I think we know the answer to this one.

"If we went that way, we would have all died," said Howard, who was hiding behind 12-inch-high rocks with bullets bouncing off about every 10 seconds. Insurgents again nearly overran the U.S. position, firing down from 25 yards away — so near that the Americans said they could hear their voices. Another 2,000-pound bomb dropped "danger close," Howard said, allowing the soldiers to get away.

 Finally, after hours of fighting, the troops made their way down to the streambed, with those who could still walk carrying the wounded. A medical evacuation helicopter flew in, but the rotors were immediately hit by bullets, so the pilot hovered just long enough to allow the in-flight medic to jump off, then flew away.

 A second helicopter came in but had to land in the middle of the icy, fast-moving stream. "It took two to three guys to carry each casualty through the river," Ford said. "It was a mad dash to the medevac." As they sat on the helicopter, it sustained several rounds of fire, and the pilot was grazed by a bullet.
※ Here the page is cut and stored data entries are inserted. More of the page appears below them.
def waterfall_svg(data: pd.DataFrame, *, focus: str, subtitle: str = "",
                  plot_width: float = 800) -> str:
    """Draw :func:`beliefledger.chartdata.waterfall_data` output as SVG text.

    The prior and the posterior are level marks (a dark bar across the column
    with its value); each evidence item is an arrow from the level before it
    to the level after it, up (blue) for the focus, down (vermillion) against."""
    n = len(data)
    slot = min(112.0, max(14.0, plot_width / max(n, 1)))
    left, right, top, plot_h = 64.0, 70.0, 74.0, 230.0
    label_h = 120.0
    width = left + slot * n + right
    height = top + plot_h + label_h
    lo, hi = float(np.min(data["bottom_db"].to_numpy())), float(np.max(data["top_db"].to_numpy()))
    pad = max(3.0, 0.12 * (hi - lo))
    d0, d1 = min(lo, 0.0) - pad, max(hi, 0.0) + 3.2 * pad

    def y(v: float) -> float:
        return top + plot_h * (d1 - v) / (d1 - d0)

    body = _title(8, 18, f"Weight of evidence for '{_short(focus, 60)}'", subtitle)
    body.append(f'<g font-size="11"><path d="M{left + 5},50L{left + 5},43L{left + 2},43L{left + 6},'
                f'38L{left + 10},43L{left + 7},43L{left + 7},50Z" fill="{C.SUPPORT_COLOUR}"/>'
                f'<text x="{left + 16}" y="49">supports it</text>'
                f'<path d="M{left + 105},38L{left + 105},45L{left + 102},45L{left + 106},50'
                f'L{left + 110},45L{left + 107},45L{left + 107},38Z" fill="{C.AGAINST_COLOUR}"/>'
                f'<text x="{left + 116}" y="49">counts against it</text>'
                f'<rect x="{left + 232}" y="42" width="14" height="3" fill="{C.LEVEL_COLOUR}"/>'
                f'<text x="{left + 252}" y="49">prior and posterior level</text></g>')
    if "uncertain" in data and data["uncertain"].astype(bool).any():
        body.append(f'<g font-size="11" class="bl-legend-uncertain"><rect x="{left + 400}" y="39" '
                    f'width="10" height="10" fill="#bbbbbb" fill-opacity="0.55" stroke="#222" '
                    f'stroke-dasharray="3,2"/><text x="{left + 416}" y="49">dashed: '
                    f'{C.UNCERTAIN_MARK}</text></g>')
    x_end = left + slot * n
    for v in nice_ticks(d0, d1):
        yy = y(v)
        body.append(f'<line x1="{left}" x2="{x_end}" y1="{yy:.1f}" y2="{yy:.1f}" '
                    f'stroke="#ececec"/><text x="{left - 6}" y="{yy + 4:.1f}" '
                    f'text-anchor="end">{v:g}</text>')
    for p in C.PROBABILITY_TICKS:
        v = 10 * math.log10(p / (1 - p))
        if d0 <= v <= d1:
            yy = y(v)
            body.append(f'<line x1="{x_end}" x2="{x_end + 4}" y1="{yy:.1f}" y2="{yy:.1f}" '
                        f'stroke="#888"/><text x="{x_end + 7}" y="{yy + 4:.1f}">{p:g}</text>')
    body.append(f'<line x1="{left}" x2="{left}" y1="{top}" y2="{top + plot_h}" stroke="#888"/>'
                f'<line x1="{x_end}" x2="{x_end}" y1="{top}" y2="{top + plot_h}" stroke="#888"/>')
    body.append(f'<text transform="translate(14,{top + plot_h / 2:.0f}) rotate(-90)" '
                f'text-anchor="middle" font-weight="bold">log-odds vs the rest (decibans)</text>')
    body.append(f'<text transform="translate({width - 8:.0f},{top + plot_h / 2:.0f}) rotate(90)" '
                f'text-anchor="middle" font-weight="bold">P({_t(_short(focus, 30))})</text>')
    body.append(f'<line x1="{left}" x2="{x_end}" y1="{y(0):.1f}" y2="{y(0):.1f}" stroke="#777" '
                f'stroke-dasharray="3,3"/><text x="{left + 4}" y="{y(0) - 3:.1f}" font-size="9" '
                f'fill="#555">even odds</text>')
    half = max(2.0, min(9.0, slot * 0.18))
    every = max(1, math.ceil(12 / slot))
    cols = {c: data[c].tolist() for c in ("step", "kind", "start_db", "end_db", "top_db",
                                          "decibans", "verbal", "probability", "label")}
    cols["uncertain"] = (data["uncertain"].tolist() if "uncertain" in data
                         else [""] * n)
    for k in range(n):
        step, kind, label = cols["step"][k], cols["kind"][k], cols["label"][k]
        verbal, db, prob = cols["verbal"][k], cols["decibans"][k], cols["probability"][k]
        cx = left + slot * (k + 0.5)
        y_top = y(cols["top_db"][k])
        colour = C.KIND_COLOURS[kind]
        if kind in ("prior", "posterior"):
            tip = f"{step}: log-odds {C.fmt_decibans(db)}; P(focus) = {prob:.4g}"
            yl = y(cols["end_db"][k])
            body.append(f'<rect class="bl-level bl-{_t(kind)}" x="{cx - slot * 0.36:.1f}" '
                        f'y="{yl - 2:.1f}" width="{slot * 0.72:.1f}" height="4" '
                        f'fill="{colour}"><title>{_t(tip)}</title></rect>')
        else:
            form = cols["uncertain"][k]
            how = (f" ({C.UNCERTAIN_MARK}, {C.UNCERTAIN_FORM_TEXT.get(form, form)})"
                   if form else "")
            tip = (f"{step}{how}: {C.fmt_decibans(db)}" + (f", {verbal}" if verbal else "")
                   + f"; P(focus) after = {prob:.4g}")
            y0, y1 = y(cols["start_db"][k]), y(cols["end_db"][k])
            cls = f"bl-bar bl-{_t(kind)}" + (" bl-uncertain" if form else "")
            # an uncertain observation: dashed outline, lighter fill (same colour meaning)
            look = ('fill-opacity="0.55" stroke="#222" stroke-width="1" stroke-dasharray="3,2"'
                    if form else 'stroke="#222" stroke-width="0.4"')
            if abs(y1 - y0) < 1.0:  # no weight: a thin neutral tick at the level
                body.append(f'<rect class="{cls}" x="{cx - half:.1f}" '
                            f'y="{y0 - 0.75:.1f}" width="{2 * half:.1f}" height="1.5" '
                            f'fill="{colour}"><title>{_t(tip)}</title></rect>')
            else:
                body.append(f'<path class="{cls}" d="{_arrow(cx, y0, y1, half, 9.0)}" '
                            f'fill="{colour}" {look}>'
                            f"<title>{_t(tip)}</title></path>")
        lines = label.split("\n")
        if slot < 100:
            lines = [ln for ln in lines if "deciban" in ln or "P=" in ln] if slot >= 30 else []
        lines = [ln for ln in lines if ln]
        for i, ln in enumerate(reversed(lines)):
            size = 10 if ("deciban" in ln or "P=" in ln) else 9  # the likelihood ratio smaller
            body.append(f'<text x="{cx:.1f}" y="{y_top - 5 - 11 * i:.1f}" text-anchor="middle" '
                        f'font-size="{size}">{_t(ln)}</text>')
        if k % every == 0 or k == n - 1:
            ly = top + plot_h + 12
            mark = " (uncertain)" if cols["uncertain"][k] else ""
            body.append(f'<text transform="translate({cx:.1f},{ly:.1f}) rotate(-35)" '
                        f'text-anchor="end">{_t(_short(step, 28 - len(mark)) + mark)}</text>')
    return _svg(width, height, body, f"waterfall for {focus}")


# --------------------------------------------------------------------------- probability path


def path_svg(data: pd.DataFrame, *, subtitle: str = "", plot_width: float = 560) -> str:
    """Draw :func:`beliefledger.chartdata.probability_path_data` output as SVG text."""
    cols = {c: data[c].tolist() for c in ("hypothesis", "order", "probability", "eliminated",
                                          "eliminated_here", "step")}
    steps = list(dict.fromkeys(cols["step"]))
    hyps = list(dict.fromkeys(cols["hypothesis"]))
    n = len(steps)
    slot = min(96.0, max(8.0, plot_width / max(n, 1)))
    left, top, plot_h, label_h, legend_w = 48.0, 40.0, 220.0, 110.0, 230.0
    x_end = left + slot * n
    width = x_end + legend_w
    height = top + plot_h + label_h

    def x(k: int) -> float:
        return left + slot * (k + 0.5)

    def y(p: float) -> float:
        return top + plot_h * (1 - p)

    body = _title(8, 18, "Probability of each hypothesis, step by step", subtitle)
    for v in (0, 0.2, 0.4, 0.6, 0.8, 1.0):
        body.append(f'<line x1="{left}" x2="{x_end}" y1="{y(v):.1f}" y2="{y(v):.1f}" '
                    f'stroke="#e6e6e6"/><text x="{left - 6}" y="{y(v) + 4:.1f}" '
                    f'text-anchor="end">{v:.1f}</text>')
    body.append(f'<line x1="{left}" x2="{left}" y1="{top}" y2="{top + plot_h}" stroke="#888"/>')
    every = max(1, math.ceil(12 / slot))
    for k, s in enumerate(steps):
        if k % every == 0 or k == n - 1:
            body.append(f'<text transform="translate({x(k):.1f},{top + plot_h + 12:.1f}) '
                        f'rotate(-35)" text-anchor="end">{_t(_short(s, 28))}</text>')
    groups: dict[str, list[tuple]] = {h: [] for h in hyps}
    for row in zip(cols["hypothesis"], cols["order"], cols["probability"], cols["eliminated"],
                   cols["eliminated_here"], cols["step"], strict=True):
        groups[row[0]].append(row[1:])
    for rows in groups.values():
        rows.sort(key=lambda r: r[0])
    colours, dashes = C.line_styles(hyps)
    for i, h in enumerate(hyps):
        colour, dash = colours[i], dashes[i]
        dash_attr = "" if dash == [1, 0] else f' stroke-dasharray="{",".join(map(str, dash))}"'
        rows = groups[h]
        live = [r for r in rows if not r[2] or r[3]]
        dead = [r for r in rows if r[2]]
        pts = " ".join(f"{x(o):.1f},{y(p):.1f}" for o, p, *_ in live)
        body.append(f'<g class="bl-path" data-hypothesis="{_t(h)}"><title>{_t(h)}</title>'
                    f'<polyline points="{pts}" fill="none" stroke="{colour}" stroke-width="2"'
                    f"{dash_attr}/>")
        if slot >= 14:
            for o, p, _e, _eh, s in live:
                body.append(f'<circle cx="{x(o):.1f}" cy="{y(p):.1f}" r="2.5" '
                            f'fill="{colour}"><title>{_t(h)} after {_t(s)}: {p:.4f}</title>'
                            "</circle>")
        if len(dead) > 1:
            dpts = " ".join(f"{x(r[0]):.1f},{y(0):.1f}" for r in dead)
            body.append(f'<polyline points="{dpts}" fill="none" stroke="{C.NEUTRAL_COLOUR}" '
                        f'stroke-width="1.5" stroke-dasharray="2,3"/>')
        for o in [r[0] for r in rows if r[3]]:
            cx, cy = x(o), y(0)
            body.append(f'<path class="bl-eliminated" d="M{cx - 5:.1f},{cy - 5:.1f}L{cx + 5:.1f},'
                        f'{cy + 5:.1f}M{cx - 5:.1f},{cy + 5:.1f}L{cx + 5:.1f},{cy - 5:.1f}" '
                        f'stroke="{colour}" stroke-width="2.5"/><text x="{cx + 8:.1f}" '
                        f'y="{cy - 8:.1f}" font-size="10">eliminated</text>')
        body.append("</g>")
        ly = top + 14 * i
        body.append(f'<line x1="{x_end + 16}" x2="{x_end + 36}" y1="{ly:.1f}" y2="{ly:.1f}" '
                    f'stroke="{colour}" stroke-width="3"{dash_attr}/><text x="{x_end + 42}" '
                    f'y="{ly + 4:.1f}">{_t(_short(h, 30))}</text>')
    return _svg(width, max(height, top + 14 * len(hyps) + 10), body, "probability path")


# --------------------------------------------------------------------------- prior vs posterior

_SHAPES = {
    "diamond": "M0,-5L5,0L0,5L-5,0Z", "triangle-up": "M0,-5L5,4L-5,4Z",
    "square": "M-4,-4L4,-4L4,4L-4,4Z", "cross": "M-5,-1.5H-1.5V-5H1.5V-1.5H5V1.5H1.5V5H-1.5V1.5H-5Z",
    "triangle-down": "M0,5L5,-4L-5,-4Z", "circle": "M-4,0A4,4 0 1,0 4,0A4,4 0 1,0 -4,0",
}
 By the time the battle ended, the Green Berets and the commandos had suffered 15 wounded and two killed, both Afghans, while an estimated 150 to 200 insurgents were dead, according to an official Army account of the battle. The Special Forces soldiers had nearly run out of ammunition, with each having one to two magazines left, Ford said.

 "We should not have lived," said Walding, reflecting on the battle in a phone interview from Fort Bragg, N.C., where he and the nine others are to receive the Silver Stars today. Nine more Green Berets from the 3rd Special Forces Group will also receive Silver Stars for other battles. About 200 U.S. troops serving in Iraq and Afghanistan have received the Silver Star, the U.S. military's third-highest combat award.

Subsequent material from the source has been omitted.